An innovative and inexpensive tool kit to better assess balance and improve quality of life for older adults, as well as people who have suffered strokes, injuries, and other disorders has been awarded $50,000 to further testing and improvement.
The collaborative project between researchers at the University of Waterloo and physicians at Grand River Hospital (GRH) stems from a partnership launched between Waterloo and GRH two years ago. The Tool Kit for Assessing Human Balance and Mobility will be tested at the hospital’s outpatient rehabilitation clinic at GRH’s Freeport Campus. Freeport specializes in rehabilitation, including supporting the needs of older adults and stroke patients, as well as individuals recovering from accidents.
The tool kit was one of 31 projects to receive funding totaling $1.4 million from the Canadian Centre for Aging and Brain Health Innovation, in collaboration with Baycrest Health Sciences through its Spark program. The program provides funding to point-of-care workers in the North American health care delivery or service industry to further develop their grassroots ideas into proof-of-concept or prototypes that have the potential to improve brain health or quality of life for older adults.
The announcement was made in Toronto today by the Honourable Jane Philpott, Minister of Health, and the Honourable Reza Moridi, Minister of Research, Innovation and Science.
The current version of the tool kit was developed by Bill McIlroy, professor and chair of kinesiology, Don Cowan, distinguished professor emeritus, Cheriton School of Computer Science, and funded by a grant from the Canadian Frailty Network, a Network Centre of Excellence.
Doug Dittmer, a physical medicine specialist and medical director of physical medicine at Grand River Hospital, will work with McIlroy and Cowan on the testing regimen. Professors McIlroy and Cowan are members of the Centre for Bioengineering and Biotechnology (CBB) at Waterloo.
Using a tablet and wearable technologies, the tool kit will allow health care professionals to capture big data from each session with a patient for analysis. The system samples and synchronizes data from multiple inexpensive wearable devices and generates a patient assessment and possible actions to improve the health of the patient. The system will also produce a large data set of clinical results (big data) that can be analyzed for further insights into frailty and other medical conditions related to balance.

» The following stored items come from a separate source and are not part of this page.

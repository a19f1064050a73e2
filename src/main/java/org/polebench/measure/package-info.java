/**
 * Bench sweeps: the {@link org.polebench.measure.Sweep} model, instrument profiles, CSV and
 * serial-log importers, live capture over a serial port and the instrument simulator.
 * Uses units and yaml (and circuit and analysis only for the simulator and synthesis).
 */
package org.polebench.measure;
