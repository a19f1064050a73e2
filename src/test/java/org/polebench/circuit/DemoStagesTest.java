package org.polebench.circuit;

import static org.junit.jupiter.api.Assertions.assertEquals;
import static org.junit.jupiter.api.Assertions.assertTrue;

import java.io.IOException;
import java.nio.file.Files;
import org.junit.jupiter.params.ParameterizedTest;
import org.junit.jupiter.params.provider.ValueSource;
import org.polebench.InputProblem;

class DemoStagesTest {

    @ParameterizedTest
    @ValueSource(strings = {"hydrophone-preamp-ce.stage.yaml", "vibration-buffer-cs.stage.yaml",
            "geophone-two-stage.stage.yaml"})
    void demoStageReadsBiasesWellInsideTheActiveRegionAndExpands(String fileName) throws InputProblem, IOException {
        assertTrue(Files.readString(StageFiles.demo(fileName)).toLowerCase().contains("demo data, invented"));

        StageFile file = new StageReader().read(StageFiles.demo(fileName));
        OperatingPoints points = new BiasSolver().solve(file.stage());
        SmallSignalNetwork network = new SmallSignalExpansion().expand(file.stage(), points);

        assertEquals(0, file.warnings().size(), file.warnings().toString());
        for (Transistor transistor : file.stage().transistors()) {
            OperatingPoint point = points.point(transistor.name());
            // "well inside": at least 1 V of headroom beyond the region's edge (common practice, so that
            // a ±20 % bias change keeps the stage active)
            if (point instanceof OperatingPoint.BjtPoint) {
                assertTrue(((OperatingPoint.BjtPoint) point).vceVolts() > BiasSolver.VCE_SAT_VOLTS + 1, point.toString());
            } else {
                OperatingPoint.MosfetPoint m = (OperatingPoint.MosfetPoint) point;
                assertTrue(m.vdsVolts() > m.vgsVolts() - m.thresholdVolts() + 1, point.toString());
            }
            assertTrue(point.currentAmps() > 0.1e-3 && point.currentAmps() < 10e-3, point.toString());
        }
        assertTrue(network.capacitances(Band.LOW).size() >= 3);
        double gainDb = 20 * Math.log10(Math.abs(MidbandByEjml.gain(network)));
        Limits limits = file.stage().limits();
        if (limits.midbandGainMinDb().isPresent()) {
            // the demo's midband gain (EJML solve of the expanded network) sits inside its own limits
            assertTrue(gainDb > limits.midbandGainMinDb().getAsDouble()
                    && gainDb < limits.midbandGainMaxDb().getAsDouble(), "gain " + gainDb + " dB");
        }
    }

    @org.junit.jupiter.api.Test
    void twoStageDemoHasFiveLowBandCapacitorsAndLimits() throws InputProblem {
        Stage stage = new StageReader().read(StageFiles.demo("geophone-two-stage.stage.yaml")).stage();

        assertEquals(5, stage.capacitors(Band.LOW).size());
        assertTrue(stage.limits().lowerCornerMaxHz().isPresent());
        assertTrue(stage.limits().midbandGainMinDb().isPresent() && stage.limits().midbandGainMaxDb().isPresent());
        assertEquals(4, new SmallSignalExpansion().expand(stage).capacitances(Band.HIGH).size());
    }
}
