package org.polebench.circuit;

import static org.junit.jupiter.api.Assertions.assertEquals;
import static org.junit.jupiter.api.Assertions.assertThrows;

import java.util.ArrayList;
import java.util.List;
import org.junit.jupiter.api.Test;
import org.polebench.InputProblem;

/** The prepared bias solve and expansion give for draws exactly what the plain calls give. */
class PreparedDrawsTest {

    @Test
    void preparedBiasAndExpansionOfADrawEqualThePlainOnes() throws InputProblem {
        Stage nominal = new StageReader().read(StageFiles.demo("geophone-two-stage.stage.yaml")).stage();
        // a draw as a tolerance spread makes one: every resistor 1 % up, β halved
        List<Part> parts = new ArrayList<>();
        for (Part part : nominal.parts()) {
            if (part instanceof Resistor) {
                parts.add(((Resistor) part).withOhms(((Resistor) part).ohms() * 1.01));
            } else if (part instanceof Bjt) {
                parts.add(((Bjt) part).withBeta(((Bjt) part).beta() / 2));
            } else {
                parts.add(part);
            }
        }
        Stage draw = nominal.withParts(parts);

        OperatingPoints plain = new BiasSolver().solve(draw);
        OperatingPoints prepared = new BiasSolver().prepare(nominal).solve(draw);
        SmallSignalNetwork plainNetwork = new SmallSignalExpansion().expand(draw, plain);
        SmallSignalNetwork preparedNetwork = new SmallSignalExpansion().prepare(nominal).expand(draw, prepared);

        // the same arithmetic on the same numbers: equal records, not merely close values
        assertEquals(plain, prepared);
        assertEquals(plainNetwork, preparedNetwork);
    }

    @Test
    void aStageWiredDifferentlyIsNoDrawOfThePreparedOne() throws InputProblem {
        Stage nominal = new StageReader().read(StageFiles.demo("geophone-two-stage.stage.yaml")).stage();
        Resistor r4 = nominal.resistor("R4");
        Stage rewired = nominal.withPart(new Resistor("R4", new NodePair("b2", "x2"), r4.ohms(), r4.tolerance(),
                r4.line()));

        assertThrows(IllegalArgumentException.class, () -> new BiasSolver().prepare(nominal).solve(rewired));
        OperatingPoints points = new BiasSolver().solve(nominal);
        assertThrows(IllegalArgumentException.class,
                () -> new SmallSignalExpansion().prepare(nominal).expand(rewired, points));
    }
}
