package org.polebench.circuit;

import java.io.IOException;
import java.io.UncheckedIOException;
import java.nio.charset.StandardCharsets;
import java.nio.file.Files;
import java.nio.file.Path;
import org.polebench.InputProblem;

/** Writes stage-file text to a temporary directory and reads it, for tests. */
final class StageFiles {
    /** A common-emitter stage with a divider bias and a bypassed emitter; tests edit it by replace. */
    static final String COMMON_EMITTER = String.join("\n",
            "name: test common emitter",
            "ground: gnd",
            "supplies: {vcc: 12}",
            "input: {node: in, source-resistance: 600}",
            "output: {node: out, load: 47k}",
            "parts:",
            "  R1: {resistor: 68k, between: [vcc, b]}",
            "  R2: {resistor: 15k, between: [b, gnd]}",
            "  RC: {resistor: 4.7k, between: [vcc, c]}",
            "  RE: {resistor: 1.2k, between: [e, gnd]}",
            "  C1: {capacitor: 4.7u, between: [in, b]}",
            "  C2: {capacitor: 10u, between: [c, out]}",
            "  C3: {capacitor: 470u, between: [e, gnd]}",
            "  Q1: {npn: {c: c, b: b, e: e}, beta: 150, bias: auto}",
            "");

    private StageFiles() {
    }

    static Path write(Path dir, String text) {
        try {
            Path file = Files.createTempFile(dir, "test", ".stage.yaml");
            Files.writeString(file, text, StandardCharsets.UTF_8);
            return file;
        } catch (IOException e) {
            throw new UncheckedIOException(e);
        }
    }

    static StageFile read(Path dir, String text) throws InputProblem {
        return new StageReader().read(write(dir, text));
    }

    static Stage stage(Path dir, String text) throws InputProblem {
        return read(dir, text).stage();
    }

    /** @return the 1-based line of the first line containing {@code marker}: found in the text, not the code */
    static int lineOf(String text, String marker) {
        String[] lines = text.split("\n", -1);
        for (int i = 0; i < lines.length; i++) {
            if (lines[i].contains(marker)) {
                return i + 1;
            }
        }
        throw new IllegalArgumentException("no line contains " + marker);
    }

    static Path demo(String fileName) {
        return Path.of("sample-measurements", fileName);
    }
}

The goal is to make the essential tool kit useable for health care professionals, including family physicians and physiotherapists. Its low cost and simplicity means a patient’s balance could be assessed close to home, even in rural and remote community health care.
Assessing balance more accurately will lead to a better understanding of conditions that may lead to falls. Poor balance and mobility is a significant challenge for many people, including older adults and people who have suffered strokes, injuries, and other disorders. Loss of balance is also associated with other health risks like falls, decreased activity, and the capacity to recover from illness and injury.